Depuis 25 ans, ArtHUG fait une place à l’art et à la culture au sein de l’hôpital. Une multitude d’événements, d’expositions et d’activités culturelles est organisée pour apporter chaleur et humanité dans les lieux de soins et apaiser l’expérience des personnes qui les traversent. L’art est aussi un merveilleux outil auquel les équipes soignantes recourent pour améliorer la santé et le vécu des patients et patientes.

Le dialogue entre les arts et les soins a toujours existé. Aux HUG, cette sensibilité à l’égard du monde artistique et culturel est le fruit d’une longue tradition qui a commencé par les dons d’œuvres d’art à l’institution. Considérant qu’un hôpital universitaire a des devoirs de sciences et d’humanité, la Direction générale a décidé d’officialiser la promotion de l’art et de la culture au sein de l’hôpital en créant un service dédié, qui fête cette année son 25e anniversaire. ArtHUG, c’est désormais son nom, a pour mission de maintenir une présence de la culture et de l’art à l’hôpital, explique Michèle Lechevalier, sa responsable : «Nous organisons des interventions artistiques sur tous les sites, aussi bien pour les patientes et les patients que pour les collaborateurs et collaboratrices. L’hôpital est souvent perçu comme anxiogène et nous souhaitons, par notre travail, apporter un supplément d’âme pour que les personnes se sentent mieux prises en charge.»

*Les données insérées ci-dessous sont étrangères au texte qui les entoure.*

def choose(circuit: Circuit, count: int, *, engine: str = "auto", dtype: str = "complex128",
           rate: MachineRate | None = None, store: PlanStore | None = None,
           planner: PlannerOptions | None = None, memory_bytes: float,
           open_qubits: tuple[int, ...] = (), search: bool = True, workers: int = 1,
           bitstrings: list[str] | None = None) -> Choice | None:
    """The fastest feasible way to get ``count`` distinct amplitudes, or ``count`` groups of
    bitstrings that share their bits outside ``open_qubits`` (or the forced way).

    With ``search=False`` nothing is planned: only stored plans are considered, and None is
    returned when the network engines have none and the state vector is not an option. ``workers``:
    local processes that will contract slices at once; the cap is shared among them. ``bitstrings``:
    the ``count`` distinct bitstrings, for the stacked engine's cost (without them it is predicted for
    uncorrelated random bitstrings)."""
    if engine not in ENGINES:
        raise VerampError(f"unknown engine {engine!r}; choose one of {', '.join(ENGINES)}")
    if engine == "stacked" and open_qubits:
        raise VerampError("the stacked engine computes single bitstrings; with open qubits choose another engine")
    rate = rate or NOMINAL_RATE
    planner = (planner or PlannerOptions()) if search else None
    n = circuit.num_qubits
    options: list[Option] = []
    plain = build_structure(circuit)                  # the one-amplitude network, built once for every use
    sv = statevector_option(circuit, count, dtype, rate, plain)
    sv_fits = n <= defaults.STATEVECTOR_MAX_QUBITS and sv.peak_bytes <= memory_bytes
    if engine == "statevector":
        if not sv_fits:
            raise MemoryLimitError(f"a {n}-qubit state vector needs {sv.peak_bytes:.4g} bytes while applying a "
                                   f"gate; the memory cap is {memory_bytes:.4g} bytes"
                                   + (f" and the engine is limited to {defaults.STATEVECTOR_MAX_QUBITS} qubits" if n > defaults.STATEVECTOR_MAX_QUBITS
                                      else ""))
        return _statevector_choice("requested", sv, rate, count)
    if engine == "auto" and sv_fits and n <= defaults.STATEVECTOR_AUTO_QUBITS and sv.seconds <= SV_OUTRIGHT_SECONDS:
        return _statevector_choice(f"{n} qubits <= {defaults.STATEVECTOR_AUTO_QUBITS} and ~{sv.seconds:.2g} s: one "
                                   "state vector answers every bitstring", sv, rate, count)
    # local processes contracting side by side each get their share of the cap
    per_worker = memory_bytes / max(1, workers)
    # the one-bitstring network (with the open qubits), built once for every use below
    single = build_structure(circuit, open_qubits=open_qubits) if open_qubits else plain
    if engine == "auto" and sv_fits:
        options.append(sv)
        planning = 0.0 if planner is None else _planning_seconds(single, store, replace(planner, expected_runs=count),
                                                                 per_worker, dtype)
        if sv.seconds <= planning:
            return _statevector_choice(f"state vector predicted {sv.seconds:.3g} s, less than planning the network "
                                       f"engines would take (~{planning:.3g} s)", sv, rate, count)
    errors: list[str] = []
    notes: list[str] = []
    planned: dict[int, Option] = {}
    sizes = ([1] if engine in ("auto", "single", "stacked") or count < 2 else []) + \
        (batch_candidates(count) if engine in ("auto", "batch") else [])
    # the planning budget is for the whole request: shared by every contraction size planned, and
    # with two batch sizes or more a share of it for trying each one's order on the others. Each size
    # gets an equal part of what is left when its turn comes, so time a size does not use (a stored
    # plan, a network not worth searching) goes to the next and an overrun shortens the next.
    batch_sizes = [b for b in sizes if b > 1]
    sharing = SHARE_ORDERS_FRACTION if planner is not None and store is not None and len(batch_sizes) > 1 else 0.0
    deadline = time.perf_counter() + (planner.budget_seconds if planner is not None else 0.0)
    reserved = 0.0 if planner is None else planner.budget_seconds * sharing
    for k, b in enumerate(sizes):
        per_size = None if planner is None else replace(
            planner, budget_seconds=max(0.0, deadline - reserved - time.perf_counter()) / (len(sizes) - k),
            expected_runs=max(1.0, count / b))           # contractions of this size the request would run
        try:
            # ``workers`` local processes contract slices side by side, each with its own intermediates:
            # each gets its share of the cap, so the run as a whole stays within ``memory_bytes``
            planned[b] = network_option(circuit, b, dtype, rate, store, per_size, per_worker, open_qubits,
                                        single if b == 1 else None)
        except MemoryLimitError as exc:
            errors.append(f"{b} per contraction: {exc}")
        except NoStoredPlan:
            pass
    # only when a size was searched now: with every plan read from the store there is nothing to share
    if sharing and any(b not in planned or not planned[b].plan_cached for b in batch_sizes):
        _share_batch_orders(circuit, batch_sizes, planned, store, planner, per_worker, dtype, rate, open_qubits,
                            max(0.0, deadline - time.perf_counter()))
    stacked = None
    single = scheduled("single", count, {1: planned[1]}, workers) if 1 in planned else None
    batched = scheduled("batch", count, planned, workers) if any(b > 1 for b in planned) else None
    if batched is not None and batched.batch == 1 and 1 in planned:
        batched = None                                     # all chunks of one: that is the single engine
    if single is not None and count >= 2 and not open_qubits and engine in ("auto", "stacked"):
        # compared as the choice below compares them, with the request's fixed cost added to both
        single_s = single.seconds + rate.request_overhead_seconds
        # the fastest other network engine: a request it answers in under STACKED_MIN_SECONDS is not worth
        # the row counting (30 ms of a 0.3 s batch request of 1,000 bitstrings, measured)
        others_s = min(single_s, batched.seconds + rate.request_overhead_seconds if batched else math.inf)
        if engine == "stacked" or others_s >= STACKED_MIN_SECONDS:
            table = bit_table(bitstrings) if bitstrings is not None and len(bitstrings) == count else \
                np.random.default_rng(0).integers(0, 2, (count, n), dtype=np.uint8)
            stacked = stacked_option(planned[1], table, rate, dtype, per_worker, workers)
        stacked_s = stacked.seconds + rate.request_overhead_seconds if stacked is not None else math.inf
        if stacked is not None and (engine == "stacked" or stacked_s <= STACKED_MARGIN * single_s):
            options.append(stacked)
        elif stacked is not None:
            notes.append(f"stacked chunks predicted {stacked_s:.3g} s, not under {STACKED_MARGIN:g}x single "
                         f"amplitudes' {single_s:.3g} s")
            stacked = None
        else:
            notes.append(f"stacked chunks not considered: the other network engines predicted {others_s:.3g} s, "
                         f"under {STACKED_MIN_SECONDS:g} s")
    if single is not None and not (engine == "stacked" and stacked is not None):
        options.append(single)
    if batched is not None:
        options.append(batched)
    if not options and not search:
        return None
    if not options:
        raise MemoryLimitError("no engine fits the memory cap: " + "; ".join(errors))
    options = [_with_overhead(o, rate) for o in options]
    best, margin = pick_fastest(options)
    if engine == "stacked" and best.engine != "stacked":
        reason = "requested the stacked engine; one bitstring, or two do not fit the memory cap: single amplitudes"
    elif engine != "auto":
        reason = "requested"
    else:
        others = ", ".join(f"{_label(o)} {o.seconds:.3g} s" for o in options if o is not best)
        reason = margin or f"fastest predicted: {_label(best)} {best.seconds:.3g} s" + (f" (vs {others})" if others else "")
        slower = [b for b in planned if b > 1 and planned[b].seconds / b >= planned.get(1, best).seconds]
        if best.engine == "single" and slower:
            reason += f"; batches of {'/'.join(map(str, sorted(slower)))} predicted slower per bitstring"
        if not sv_fits:
            reason += f"; a state vector needs {sv.peak_bytes:.3g} bytes, over the cap"
        reason += "".join("; " + x for x in notes)
    resliced = sliced_further_note(best.plan) if best.plan is not None else None
    if resliced:
        reason += "; " + resliced
    return Choice(best.engine, reason, best, options, planned, count=count)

Beauté extérieure, Sylvain Meyer & Jan Reymond, sculpture, 2018

Beauté extérieure, Sylvain Meyer & Jan Reymond, sculpture, 2018

L’Opéra des baleines, Thomas Perrodin, fresque, 2017

Alliances, Maëlle Cornut, peinture à l’encre, 2021

Alliances, Maëlle Cornut, peinture à l’encre, 2021

Concilier les missions

ArtHUG collabore étroitement avec les équipes soignantes pour concilier au mieux sa mission avec celle des soins : «Nous nous adaptons aux lieux, aux publics, aux pathologies, aux durées de séjour et bien sûr à la condition des personnes atteintes dans leur santé», souligne-t-elle. Très éclectique, la programmation se veut accessible et inclusive. Au fil du temps, de nombreux projets ont vu le jour, que ce soient des pauses musicales, des poèmes glissés sur les plateaux-repas, la projection de films et documentaires, l’exposition d’œuvres dans les espaces communs ou l’accueil de résidences d’artistes, par exemple. Par l’intermédiaire d’une œuvre ou d’un projet artistique, des thématiques de santé peuvent être présentées sous un jour nouveau.

ArtHUG collabore avec de nombreux acteurs de la scène culturelle genevoise, parmi lesquels la Haute école de musique (HEM), la Haute école d’art et de design (HEAD), les Concerts du cœur genevois, le Festival du film et forum international sur les droits humains (FIFDH), le Festival Animatou, le Printemps de la poésie, différents musées, etc. Une façon aussi de rapprocher l’institution et la cité.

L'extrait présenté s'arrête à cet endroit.